Zhen made one last sweep of the coastline with the spyglass. She focused on the jungle, hoping to catch sight of one of the large animals she'd seen hints of. Maybe it was dragons; there could be whole flocks of dragons out here who hadn't yet heard about their new empress back on the Continent. Or even better, there could be griffins. Zhen really wanted griffins to exist as more than fables.

Her view in the spyglass landed on a face. It was vaguely humanlike, but the features were malformed and distorted. Far too many teeth. Gray skin covered in infected wounds and open sores. Coarse hair matted down with filth and grime. Empty, soulless, black eyes. And it was big.

It stared back at her.

Startled by the creature's appearance, Zhen nearly dropped the glass. "C-captain."

"What is it?"

Zhen didn't need the spyglass to see it, even from this distance.
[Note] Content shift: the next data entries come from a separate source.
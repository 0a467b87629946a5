import type { SVGProps } from "react";

/**
 * A small set of 16×16 stroke icons drawn for Ketwise (1.5 px strokes, round joins).
 * Decorative: aria-hidden; give the surrounding control its accessible name.
 */
type IconProps = SVGProps<SVGSVGElement>;

function Svg({ children, className, ...rest }: IconProps) {
  return (
    <svg
      viewBox="0 0 16 16"
      fill="none"
      stroke="currentColor"
      strokeWidth={1.5}
      strokeLinecap="round"
      strokeLinejoin="round"
      aria-hidden
      className={className ?? "size-4 shrink-0"}
      {...rest}
    >
      {children}
    </svg>
  );
}

export const IconChevronDown = (p: IconProps) => (
  <Svg {...p}>
    <path d="m4 6 4 4 4-4" />
  </Svg>
);
export const IconChevronRight = (p: IconProps) => (
  <Svg {...p}>
    <path d="m6 4 4 4-4 4" />
  </Svg>
);
export const IconCheck = (p: IconProps) => (
  <Svg {...p}>
    <path d="m3.5 8.5 3 3 6-7" />
  </Svg>
);
export const IconClose = (p: IconProps) => (
  <Svg {...p}>
    <path d="m4 4 8 8M12 4l-8 8" />
  </Svg>
);
export const IconMenu = (p: IconProps) => (
  <Svg {...p}>
    <path d="M2.5 4.5h11M2.5 8h11M2.5 11.5h11" />
  </Svg>
);
export const IconInfo = (p: IconProps) => (
  <Svg {...p}>
    <circle cx="8" cy="8" r="6.25" />
    <path d="M8 7.25v4M8 4.9v.1" />
  </Svg>
);
export const IconWarning = (p: IconProps) => (
  <Svg {...p}>
    <path d="M8 2.2 14.3 13.3H1.7Z" />
    <path d="M8 6.5v3.2M8 11.4v.1" />
  </Svg>
);
export const IconError = (p: IconProps) => (
  <Svg {...p}>
    <circle cx="8" cy="8" r="6.25" />
    <path d="m5.8 5.8 4.4 4.4M10.2 5.8l-4.4 4.4" />
  </Svg>
);
export const IconSuccess = (p: IconProps) => (
  <Svg {...p}>
    <circle cx="8" cy="8" r="6.25" />
    <path d="m5.3 8.2 1.9 1.9 3.5-4" />
  </Svg>
);
export const IconCopy = (p: IconProps) => (
  <Svg {...p}>
    <rect x="5.5" y="5.5" width="8" height="8" rx="1.5" />
    <path d="M10.5 3.5V3A1.5 1.5 0 0 0 9 1.5H4A1.5 1.5 0 0 0 2.5 3v5A1.5 1.5 0 0 0 4 9.5h.5" />
  </Svg>
);
export const IconPlus = (p: IconProps) => (
  <Svg {...p}>
    <path d="M8 3v10M3 8h10" />
  </Svg>
);
export const IconSignOut = (p: IconProps) => (
  <Svg {...p}>
    <path d="M6.5 13.5H3.5a1 1 0 0 1-1-1v-9a1 1 0 0 1 1-1h3M10.5 11l3-3-3-3M13.5 8H6" />
  </Svg>
);
export const IconExternal = (p: IconProps) => (
  <Svg {...p}>
    <path d="M9.5 2.5h4v4M13.5 2.5 7.5 8.5M12 9.5v3a1 1 0 0 1-1 1H3.5a1 1 0 0 1-1-1V5a1 1 0 0 1 1-1h3" />
  </Svg>
);
/* Navigation glyphs. */
export const IconDashboard = (p: IconProps) => (
  <Svg {...p}>
    <rect x="2" y="2" width="5" height="6" rx="1" />
    <rect x="9" y="2" width="5" height="3.5" rx="1" />
    <rect x="2" y="10" width="5" height="4" rx="1" />
    <rect x="9" y="7.5" width="5" height="6.5" rx="1" />
  </Svg>
);
export const IconRuns = (p: IconProps) => (
  <Svg {...p}>
    <path d="M2.5 4h11M2.5 8h11M2.5 12h7" />
    <circle cx="12.5" cy="12" r="1.2" />
  </Svg>
);
export const IconNewRun = (p: IconProps) => (
  <Svg {...p}>
    <path d="M4 2.8v10.4L12.8 8Z" />
  </Svg>
);
export const IconLibrary = (p: IconProps) => (
  <Svg {...p}>
    <path d="M2.5 2.5v11M5.5 2.5v11M8.5 3.2l3.8-.9 2.2 10.5-3.8.9Z" />
  </Svg>
);
export const IconCompare = (p: IconProps) => (
  <Svg {...p}>
    <path d="M5 2.5v11M11 2.5v11M2.5 6H5M5 10h2.5M8.5 5H11M11 11h2.5" />
  </Svg>
);
export const IconKey = (p: IconProps) => (
  <Svg {...p}>
    <circle cx="5" cy="11" r="2.6" />
    <path d="m6.9 9.1 6.3-6.3M11 5l1.7 1.7M9.4 6.6l1.2 1.2" />
  </Svg>
);
export const IconMembers = (p: IconProps) => (
  <Svg {...p}>
    <circle cx="6" cy="5.5" r="2.5" />
    <path d="M1.8 13.5a4.2 4.2 0 0 1 8.4 0M10.6 3.3a2.4 2.4 0 0 1 0 4.4M12.2 9.6a4.2 4.2 0 0 1 2 3.9" />
  </Svg>
);
export const IconBilling = (p: IconProps) => (
  <Svg {...p}>
    <rect x="1.8" y="3.5" width="12.4" height="9" rx="1.5" />
    <path d="M1.8 6.5h12.4M4.5 10h2.5" />
  </Svg>
);
export const IconAudit = (p: IconProps) => (
  <Svg {...p}>
    <path d="M4 1.8h5.5L12.5 5v9.2H4Z" />
    <path d="M9.5 1.8V5h3M6 8h4.5M6 10.5h4.5" />
  </Svg>
);
export const IconDocs = (p: IconProps) => (
  <Svg {...p}>
    <path d="M5.5 4.5 2 8l3.5 3.5M10.5 4.5 14 8l-3.5 3.5" />
  </Svg>
);
export const IconSpark = (p: IconProps) => (
  <Svg {...p}>
    <path d="M8 1.8v3M8 11.2v3M1.8 8h3M11.2 8h3M3.6 3.6l2 2M10.4 10.4l2 2M3.6 12.4l2-2M10.4 5.6l2-2" />
  </Svg>
);
/* Action glyphs (files, search, sorting, stop, save); "size-4" without shrink-0 as drawn for the workspace. */
export const IconUpload = (p: IconProps) => (
  <Svg className="size-4" {...p}>
    <path d="M8 10.5V2.5M5 5.5l3-3 3 3M2.5 10.5v2a1 1 0 0 0 1 1h9a1 1 0 0 0 1-1v-2" />
  </Svg>
);
export const IconDownload = (p: IconProps) => (
  <Svg className="size-4" {...p}>
    <path d="M8 2.5v8M5 7.5l3 3 3-3M2.5 10.5v2a1 1 0 0 0 1 1h9a1 1 0 0 0 1-1v-2" />
  </Svg>
);
export const IconSearch = (p: IconProps) => (
  <Svg className="size-4" {...p}>
    <circle cx="7" cy="7" r="4.25" />
    <path d="M10.2 10.2 13.5 13.5" />
  </Svg>
);
export const IconBook = (p: IconProps) => (
  <Svg className="size-4" {...p}>
    <path d="M3 3.25A1.25 1.25 0 0 1 4.25 2H13v10H4.25A1.25 1.25 0 0 0 3 13.25zM3 13.25A1.25 1.25 0 0 0 4.25 14.5H13" />
  </Svg>
);
export const IconSort = ({ dir, ...p }: IconProps & { dir: "asc" | "desc" | false }) => (
  <Svg {...p} className="size-3.5">
    <path d="M5 6.5 8 3.5l3 3" opacity={dir === "asc" ? 1 : 0.35} />
    <path d="M5 9.5 8 12.5l3-3" opacity={dir === "desc" ? 1 : 0.35} />
  </Svg>
);
export const IconStop = (p: IconProps) => (
  <Svg className="size-4" {...p}>
    <rect x="4" y="4" width="8" height="8" rx="1.5" />
  </Svg>
);
export const IconSave = (p: IconProps) => (
  <Svg className="size-4" {...p}>
    <path d="M3 2.5h8l2.5 2.5v8.5H2.5v-11zM5 2.5v3.5h5V2.5M5 13.5V9.5h6v4" />
  </Svg>
);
Its muted coloration gave it a modicum of camouflage against the ruined buildings, but now that she knew where to look, Zhen could pick the creature out with the naked eye. She pointed it out for the captain.

It was truly enormous. While it stood next to the taller structures of the ruin, Zhen could see that it was in the realm of fifteen paces tall. It was completely nude, but whatever modesty the thing had was preserved by a sagging potbelly. It was motionless, just staring at the approaching airship as if trying to determine if it was a threat or a meal.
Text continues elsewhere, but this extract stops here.